– П-понял. – Перед глазами нарисовалась картина: моя Женька в луже крови, которая впитывается в белые простыни… 

– Зин! – дядя явно почувствовал мое настроение. – Думай сейчас только о дороге! Не гони! Медики делают все возможное! Ты здесь ничем помочь не сможешь. Слышишь меня?!

– Услышал. Не буду гнать. – Я прикусил щеку изнутри, чтобы сдержать рвущийся из горла рык отчаяния. 

Злиться на Женьку в этот момент не было сил. Хоть бы выжила! Там разберемся, кто виноват и как дальше быть…

До клиники на Щукинской добрался только к часу дня. Взял белую накидку в гардеробе, лифтом поднялся на нужный этаж, прямо на выходе из лифта столкнулся с тещей и тестем. 

Завидев меня, женщина взвыла пожарной сиреной, с перекошенным лицом шагнула навстречу, набросилась с кулаками, от которых я еле успел заслонить лицо:

– Гад! Урод! Ненавижу! Не-на-ви-жу-у-у!..

– Женя?.. 

8. 8. Зиновий

 

Теща лупила по мне сжатыми кулаками, как по барабану, и то и дело пыталась дотянуться и расцарапать мое лицо.

– Это ты виноват! Ты! Говорила я Женечке: бросай этого урода, который детей не хочет, и рожай! А она – нет, мама, я его люблю… Два аборта из-за тебя сделала! Третий ее убил! Ты убийца! Убийца!..

– Д… д… ды-два?! – я окончательно разучился говорить. 

Через сжатое спазмом горло вырывались сиплые звуки, упирались в намертво сцепившиеся зубы – я даже не мог ничего прокричать в ответ, только мычал, словно немой, и тряс головой, отказываясь верить в услышанное!

Когда моя жена делала аборты?! Как я мог этого не заметить?! И зачем, зачем она лгала своей матери, что это я не хочу детей и заставляю прерывать беременность?

Наконец, мне удалось схватить разъяренную женщину за руки и немного отодвинуть от себя. Я судорожно вдохнул, оторвал взгляд от ее лица и обнаружил, что тесть пытается оттянуть свою жену, обхватив ее за талию, а из другого конца коридора к нам бегут люди в белых халатах.

– Что тут происходит?! Прекратите шуметь! Вы понимаете где находитесь? – накинулась на нас одна медсестра.

– Совсем люди совесть потеряли! – подхватила другая, постарше и пополнее. 

И тут теща закатила глаза и начала заваливаться навзничь. Ее лицо покраснело, дыхание стало хриплым и прерывистым.

– Помогите! – взмолился тесть, подхватывая Надежду Константиновну и пытаясь удержать на весу ее массивное тело. 

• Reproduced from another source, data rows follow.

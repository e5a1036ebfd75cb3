package law

import "math"

// Sketch returns at most n >= 3 knots of a drawn law close to l: straight lines from knot to knot, put where the density
// bends most. Ends that run to infinity are cut where 0.3 % of the members lie beyond, steep edges where 0.1 % lie below;
// levels become narrow peaks.
func Sketch(l Law, n int) []Knot {
	if leveled, ok := l.(Leveled); ok {
		return peaks(leveled, n)
	}
	low, high := l.Support()
	if math.IsInf(low, -1) {
		low = l.Quantile(0.003)
	}
	if math.IsInf(high, 1) {
		high = l.Quantile(0.997)
	}
	// Candidates close together near the ground level; the first stands for what lies below it.
	const grid = 400
	at := make([]Knot, grid+1)
	for i := range at {
		x := float64(i) / grid
		e := low + (high-low)*x*x
		at[i] = Knot{e - low, l.Density(math.Min(e, math.Nextafter(high, low)))}
	}
	if d := l.Density(low); low == 0 && l.Edge().Theta < 0 || math.IsInf(d, 0) {
		first := math.Max(l.Quantile(0.001)-low, 1e-12)
		at[0].Density = math.Max(at[1].Density, l.Density(low+first))
	} else if low == 0 && l.Edge().Theta == 0 {
		at[0].Density = l.Edge().Scale
	}
	kept := []int{0, grid}
	for len(kept) < n {
		worst, place, after := 0.0, -1, 0
		for k := 1; k < len(kept); k++ {
			a, b := at[kept[k-1]], at[kept[k]]
			for i := kept[k-1] + 1; i < kept[k]; i++ {
				line := a.Density + (b.Density-a.Density)*(at[i].Eps-a.Eps)/(b.Eps-a.Eps)
				if miss := math.Abs(at[i].Density-line) * math.Sqrt(b.Eps-a.Eps); miss > worst {
					worst, place, after = miss, i, k
				}
			}
		}
		if place < 0 || worst < 1e-4/math.Sqrt(high-low) {
			break
		}
		kept = append(kept[:after], append([]int{place}, kept[after:]...)...)
	}
	var out []Knot
	for _, i := range kept {
		out = append(out, at[i])
	}
	return out
}

// peaks turns the heaviest levels into triangles a fifth of the least gap wide, half a one at the ground level.
func peaks(l Leveled, n int) []Knot {
	energy, weight := l.Levels()
	gap := math.Inf(1)
	for i := 1; i < len(energy); i++ {
		gap = math.Min(gap, energy[i]-energy[i-1])
	}
	if math.IsInf(gap, 1) {
		gap = 1
	}
	w := gap / 5
	var out []Knot
	for i, e := range energy {
		if len(out)+3 > n {
			break
		}
		if e == 0 {
			out = append(out, Knot{0, 2 * weight[i] / w}, Knot{w, 0})
		} else {
			out = append(out, Knot{e - w/2, 0}, Knot{e, 2 * weight[i] / w}, Knot{e + w/2, 0})
		}
	}
	return out
}
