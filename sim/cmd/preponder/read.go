package main

import (
	"bytes"
	"compress/gzip"
	"encoding/json"
	"fmt"
	"io"
	"slices"
	"strconv"
	"strings"

	"preponder/sim/evidence"
	"preponder/sim/service"
	"preponder/sim/wire"
)

// read reads a log and prints what it says, or with --condensed a casebook that the page opens.
func (c *call) read() error {
	data, err := c.file()
	if err == nil {
		data, err = unpacked(data)
	}
	if err != nil {
		return err
	}
	column := wire.Column{Name: "file", Bytes: data}
	p, err := c.ask("look", nil, column)
	if err != nil {
		return err
	}
	var preview evidence.Preview
	if err := json.Unmarshal(p.Body, &preview); err != nil {
		return err
	}
	if err := remap(&preview, c.mapping); err != nil {
		return err
	}
	preview.Mapping.Treatment = c.treatment
	if p, err = c.ask("read", map[string]any{"mapping": preview.Mapping, "label": c.args[0]}, column); err != nil {
		return err
	}
	var report service.ReadReport
	if err := json.Unmarshal(p.Body, &report); err != nil {
		return err
	}
	if p, err = c.ask("study", nil); err != nil {
		return err
	}
	if c.keep {
		return c.condensed(p.Body)
	}
	b, err := describe(report, p.Body)
	if err != nil {
		return err
	}
	return c.print(b)
}

// unpacked returns what a file packed by gzip (RFC 1952) holds, any other as it is.
func unpacked(data []byte) ([]byte, error) {
	if !bytes.HasPrefix(data, []byte{0x1f, 0x8b}) {
		return data, nil
	}
	z, err := gzip.NewReader(bytes.NewReader(data))
	if err != nil {
		return nil, fmt.Errorf("the file is packed and cannot be unpacked: %w", err)
	}
	out, err := io.ReadAll(io.LimitReader(z, evidence.MaxBytes+1))
	if err != nil {
		return nil, fmt.Errorf("the file is packed and cannot be unpacked: %w", err)
	}
	if len(out) > evidence.MaxBytes {
		return nil, fmt.Errorf("unpacked the file has more than the %d MiB that are allowed; nothing was loaded", evidence.MaxBytes>>20)
	}
	return out, nil
}

// remap applies --map source=..,target=..,time=..; a column is named or numbered from 1.
func remap(p *evidence.Preview, text string) error {
	if text == "" {
		return nil
	}
	set := map[string]*int{"source": &p.Mapping.Source, "target": &p.Mapping.Target, "time": &p.Mapping.Time}
	for _, pair := range strings.Split(text, ",") {
		name, column, found := strings.Cut(pair, "=")
		at := set[name]
		if !found || at == nil {
			return fmt.Errorf("%w: --map takes source=COLUMN,target=COLUMN,time=COLUMN", errUsage)
		}
		k := slices.Index(p.Columns, column)
		if n, err := strconv.Atoi(column); k < 0 && err == nil {
			k = n - 1
		}
		if k < 0 || k >= len(p.Columns) {
			return fmt.Errorf("there is no column %q; the columns are %s", column, strings.Join(p.Columns, ", "))
		}
		*at = k
	}
	return nil
}

// condensed prints a casebook with the evidence and, where it holds, an entry that starts from it.
func (c *call) condensed(body json.RawMessage) error {
	var s struct{ Evidence, Entry json.RawMessage }
	if err := json.Unmarshal(body, &s); err != nil {
		return err
	}
	entries := []json.RawMessage{[]byte(`{"title": "New entry"}`)}
	if s.Entry != nil {
		entries[0] = s.Entry
	}
	b, err := json.Marshal(map[string]any{"casebook": 1, "title": "From " + c.args[0], "entries": entries, "evidence": s.Evidence})
	if err != nil {
		return err
	}
	return c.print(b)
}

// describe puts report and study into the shape of the command.
func describe(r service.ReadReport, body json.RawMessage) (json.RawMessage, error) {
	var s struct {
		Evidence                    evidence.Condensed
		Heading, Meaning, Explained string
		Caution                     string
	}
	if err := json.Unmarshal(body, &s); err != nil {
		return nil, err
	}
	e := s.Evidence
	top := []map[string]any{}
	for _, m := range e.Top {
		row := map[string]any{"id": m.ID, "links": m.Links, "arrived": m.Arrived}
		if m.Fitness != nil {
			row["fitness"] = m.Fitness
		}
		if m.Origin != nil {
			row["early"], row["good"] = m.Origin.Early, m.Origin.Good
		}
		top = append(top, row)
	}
	out := map[string]any{
		"rows": r.Rows, "used": r.Used, "leftOut": e.LeftOut, "members": r.Members, "links": r.Links, "choices": r.Choices,
		"leader": map[string]any{"id": r.Leader.ID, "links": r.Leader.Links, "share": r.Leader.Share}, "top4": r.Top4, "hhi": r.HHI, "gini": r.Gini,
		"verdict": e.Verdict, "heading": s.Heading, "meaning": s.Meaning, "caution": s.Caution,
		"groundIntegral": e.Ground, "margin": e.Margin, "rule": e.Rule, "check": e.Check, "notes": e.Notes, "top": top,
		"kernel": evidence.Range{Estimate: &e.Rule.Kernel}, "openShare": evidence.Range{Estimate: &e.Rule.OpenShare},
		"backTest": nil, "holdOut": nil, "forecast": e.Forecast,
	}
	if f := e.Forecast; f != nil {
		out["backTest"] = map[string]any{"inside": f.Past.Inside, "of": 3, "factor": f.Factor}
		out["holdOut"] = f.Bits
	}
	return json.Marshal(out)
}
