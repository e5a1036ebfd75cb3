package law

import (
	"math"

	"preponder/sim/internal/exact"
)

// Lognormal is the law with ln fitness ~ Normal(0, sigma^2) at sharpness 1: energies ~ Normal(0, sigma^2), unbounded
// below, so there is no ground level.
type Lognormal struct{ Sigma float64 }

func (p Lognormal) Density(eps float64) float64 {
	z := eps / p.Sigma
	return math.Exp(-z*z/2) / (p.Sigma * math.Sqrt(2*math.Pi))
}

func (p Lognormal) Cumulative(eps float64) float64 { return 0.5 * math.Erfc(-eps/(p.Sigma*math.Sqrt2)) }
func (p Lognormal) Quantile(u float64) float64     { return float64(p.Sigma * exact.Normal(u)) }
func (p Lognormal) Support() (low, high float64)   { return math.Inf(-1), math.Inf(1) }
func (p Lognormal) Mean() float64                  { return 0 }
func (p Lognormal) Edge() Edge                     { return Edge{} }
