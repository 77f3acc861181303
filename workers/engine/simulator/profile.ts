/**
 * A scalar function of time made of constants joined by smooth ramps: three times continuously differentiable, with its
 * derivatives and its integral in closed form.
 */

export interface ProfilePoint {
  value: number;
  /** First and second derivative. */
  rate: number;
  curve: number;
  /** ∫ from 0 to t. */
  integral: number;
}

export const newProfilePoint = (): ProfilePoint => ({ value: 0, rate: 0, curve: 0, integral: 0 });

/**
 * Peak slope of a ramp of unit height and unit length: 35/16. A ramp of height d that must not exceed a slope m takes
 * |d|·RAMP_SLOPE/m.
 */
export const RAMP_SLOPE = 35 / 16;

export class SmoothProfile {
  private readonly starts: number[] = [];
  private readonly lengths: number[] = [];
  private readonly from: number[] = [];
  private readonly to: number[] = [];
  /** Integral from 0 to each ramp's start. */
  private readonly integrals: number[] = [];
  private cursor = 0;

  constructor(private readonly initial: number) {}

  /** Adds a ramp to `value` over [startS, startS + durationS]; ramps come in order and do not overlap. */
  rampTo(startS: number, durationS: number, value: number): this {
    const last = this.starts.length - 1;
    const endS = last < 0 ? -Infinity : this.starts[last]! + this.lengths[last]!;
    if (startS < endS - 1e-9 || !(durationS > 0))
      throw new RangeError(
        `A ramp at ${startS} s must follow the last one, which ends at ${endS} s, and take time.`,
      );
    const before = last < 0 ? this.initial : this.to[last]!;
    const point = newProfilePoint();
    this.at(startS, point);
    this.starts.push(startS);
    this.lengths.push(durationS);
    this.from.push(before);
    this.to.push(value);
    this.integrals.push(point.integral);
    return this;
  }

  /** End of the last ramp, s; 0 without ramps. */
  get endS(): number {
    const last = this.starts.length - 1;
    return last < 0 ? 0 : this.starts[last]! + this.lengths[last]!;
  }

  /** Value, derivatives and integral at any time; quick when times come in order. */
  at(t: number, out: ProfilePoint): ProfilePoint {
    const i = this.locate(t);
    if (i < 0) return set(out, this.initial, 0, 0, this.initial * t);
    const from = this.from[i]!;
    const step = this.to[i]! - from;
    const length = this.lengths[i]!;
    const since = t - this.starts[i]!;
    const u = since / length;
    if (u >= 1) {
      const ramp = length * (from + step / 2);
      return set(out, this.to[i]!, 0, 0, this.integrals[i]! + ramp + (since - length) * this.to[i]!);
    }
    // The seventh-degree smooth step 35u⁴ − 84u⁵ + 70u⁶ − 20u⁷ and its relatives.
    const u2 = u * u;
    const u4 = u2 * u2;
    const v = 1 - u;
    const value = u4 * (35 + u * (-84 + u * (70 - 20 * u)));
    const rate = 140 * u2 * u * v * v * v;
    const curve = 420 * u2 * v * v * (1 - 2 * u);
    const area = u4 * u * (7 + u * (-14 + u * (10 - 2.5 * u)));
    return set(
      out,
      from + step * value,
      (step * rate) / length,
      (step * curve) / (length * length),
      this.integrals[i]! + since * from + step * length * area,
    );
  }

  /** Index of the last ramp that has begun at t, −1 before the first. */
  private locate(t: number): number {
    const n = this.starts.length;
    let i = Math.min(this.cursor, n - 1);
    if (n > 0 && t < this.starts[i]! && i > 0 && t < this.starts[i - 1]!) i = this.search(t);
    while (i >= 0 && t < this.starts[i]!) i -= 1;
    while (i + 1 < n && t >= this.starts[i + 1]!) i += 1;
    this.cursor = Math.max(i, 0);
    return i;
  }

  private search(t: number): number {
    let low = 0;
    let high = this.starts.length - 1;
    while (low < high) {
      const middle = (low + high + 1) >> 1;
      if (this.starts[middle]! <= t) low = middle;
      else high = middle - 1;
    }
    return low;
  }
}

function set(out: ProfilePoint, value: number, rate: number, curve: number, integral: number): ProfilePoint {
  out.value = value;
  out.rate = rate;
  out.curve = curve;
  out.integral = integral;
  return out;
}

Я взял тещу на руки, отнес и уложил на банкетку, обтянутую серым кожзамом. 

– Тонометр! Нашатырь! Каталку! – принялась распоряжаться более полная женщина. Судя по всему, я ошибся, это оказалась не медсестра, а врач. 

Меня оттеснили в сторону, захлопотали вокруг Надежды Константиновны. Я обессиленно прислонился к стене. Колени подрагивали. Пересохшие губы отказывались шевелиться. В голове все еще звучал крик: «убийца! убийца!»

Тесть, ответив на вопросы медиков и проследив за тем, как его жену перекладывают на носилки и увозят в палату, подошел ко мне. 

– Ты это… правда не знал, что Женька аборты делала?

– Не знал, – мотнул я головой. 

– Я тебе верю. Всегда догадывался, что дочка чего-то недоговаривает, – Алексей Васильевич сокрушенно вздохнул. – Но Надю переубедить не смогу. Даже пытаться не буду. Она не переживет, если я сейчас на твою сторону встану. Ты уж прости нас… 

– Я пы… понимаю.

На самом деле я не понимал ничего. В голове воцарилась звенящая пустота. Обрывки мыслей плавали в этой пустоте, словно нити осенней паутины.

– Значит, Женьки больше нет? – зачем-то уточнил я, словно криков тещи мне было мало.

– Умерла дочка. Ушла… так нелепо… – лицо тестя дернулось, скривилось, но глаза остались сухими.

Я был не в состоянии утешить убитого горем отца: сам все еще не мог до конца осознать, что все кончено. Любила меня Женька или нет, врала обо мне своей матери или не врала – все это было уже не важно. Я уже никогда не узнаю, почему она все это сделала с собой… с нами.